For one thing we are deeply excited. We are shaken or lifted out of our ordinary state of consciousness. Many of our faculties are, for the moment, enhanced…

…the whole adventure of mankind upon the earth gains, in our sight, a new momentousness, precariousness and beauty…

…a powerful sense…of being in the presence of extraordinary possibilities… The nearer you get to saying just what you feel, when under the spell of great writing, the nearer are you, too, to defining the state of mind and heart in which great things are written."  

- C.E. Montague from A Writer’s Notes on his Trade.

November 21st, 2007 • Posted in Literary Criticism

How to Write about Literature

(This is a photo of Northrop Frye, the great Canadian literary critic. He is here for no other reason than that he produced some of the best writing on literature the world has ever seen. Oh Canada, our home…).

True to the lessons held within this book, author Kelley Griffith Jr. tells us with simple clarity, right up front in the preface, "that essays about literature are almost always arguments and, as such, must persuade an audience." This is the overriding point of "Writing Essays about Literature, A guide and style sheet." The book is broken into two main sections. The first part deals with the analysis of literature, including sections on how to generate essay topics about fiction, drama, and poetry, the variety of specialized approaches to interpreting literature, and how to evaluate the quality of literature. The second part deals with the mechanics of writing about literature – how to handle quotations, apply rules of usage, and document sources.

I read Griffith’s superb book because I plan to devote vast amounts of time to reading and reviewing books during this, the remaining half of my life. The first part holds most interest, so this is what I’ll summarize. I say summarize rather than critique because this book contains a lot of valuable information, and the best thing I can do with this space is to try to convey to you as much of it as possible:

"…good literature pleases you by reflecting and giving order to life."

Essays about literature raise and try to answer such questions as, How does the work reflect time, and the author’s life and thought? What does it mean? How does it work? Is it good art? Has it had an impact on society? What human problems does it portray?

Good literature is complex. It communicates on many levels of meaning using many methods. One work may exist as a system of interrelated sounds, symbols, ideas, images analogies, actions, psychological portrayals, moods. When writing literary essays, ‘each writer offers a thesis and accepts the obligation to defend that thesis with evidence and logic.

Literature is…

Language: Authors use words with denotive, dictionary meanings, and multiple connotive expressive, emotional meanings. ‘Mother’. They also use them for them for their sounds, rhythms, appearance on the page.

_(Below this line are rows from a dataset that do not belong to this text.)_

"""Energy windows: the power balance integrated over a few seconds.

Over a window [t_a, t_b] between two distance points the power balance of
Martin et al. (1998, J. Appl. Biomech. 14:276) integrates to

    E_c * W_crank - 1/2 m_eff (v_b^2 - v_a^2) - m g (h_b - h_a) - W_bearing
        = CdA * 1/2 rho int v_air^2 v dt  +  Crr * m g cos(theta) (d_b - d_a)

with m_eff = m + I/r^2. Only the end speeds enter (through the kinetic
energy), so no speed is differentiated; this is the energy form of the
balance behind Chung's virtual-elevation method (Chung 2003, "Estimating
CdA with a power meter"). Each window becomes one regression row
(EnergyWindow) for the estimator, with one left-hand side per candidate
power lag, and a modelled error variance from the sensor noise, the gusts
and the survey error of the course. Windows the model does not describe
(standing start, braking, gaps, stale sensors) are counted by reason and
set aside.
"""

from __future__ import annotations

import bisect
import math
from typing import Any

from livecoach.estimate.kinematics import PointTrack, SpeedTrack, WheelTrack
from livecoach.estimate.odometry import Odometer
from livecoach.estimate.power import PowerTrack
from livecoach.estimate.records import EnergyWindow
from livecoach.estimate.settings import EstimatorConfig
from livecoach.physics.atmosphere import air_density_kgpm3
from livecoach.physics.power_balance import GRAVITY_MPS2
from livecoach.stream import samples as S
from livecoach.stream.events import CH_POWER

Aesthetic: It gives unique pleasure. Good literature gives overall order and coherence to events in the form of Plot. Fictional: It tells a story. Detected by watching for elements that depart from norms of reality. Try to gauge the distance between you and the material. Does the author minimize or emphasize it? How and why?

True: Tension between fictionality and truthfulness to the reality of human experience. A fable’s lesson may be true to our own experience. To embody their worldviews authors use typical characters and probable actions. We expect literature to give order to chaos of real life and expose patterns of meaning. Literature also conveys true by presenting the experience of reality. By using imagination to put us in the midst of it, to make us feel it, understand it. "The profundity of literature lies in its imaginative reconstruction of the experience of commonplace ideas. How to analyze the truths within a work: Look for basic themes: events, dialogue, setting

Note what major characters do and say that identify them as typical Analyze nature of the author’s world: good rewarded/evil punished? Characters hostile/friendly? Driven by free will/fate?

Research what author says about their work outside the work.

Expressive: Literature expresses personalities, emotions, beliefs of those who write it. May be charmed or impressed by the presence (or absence) of an author in the work.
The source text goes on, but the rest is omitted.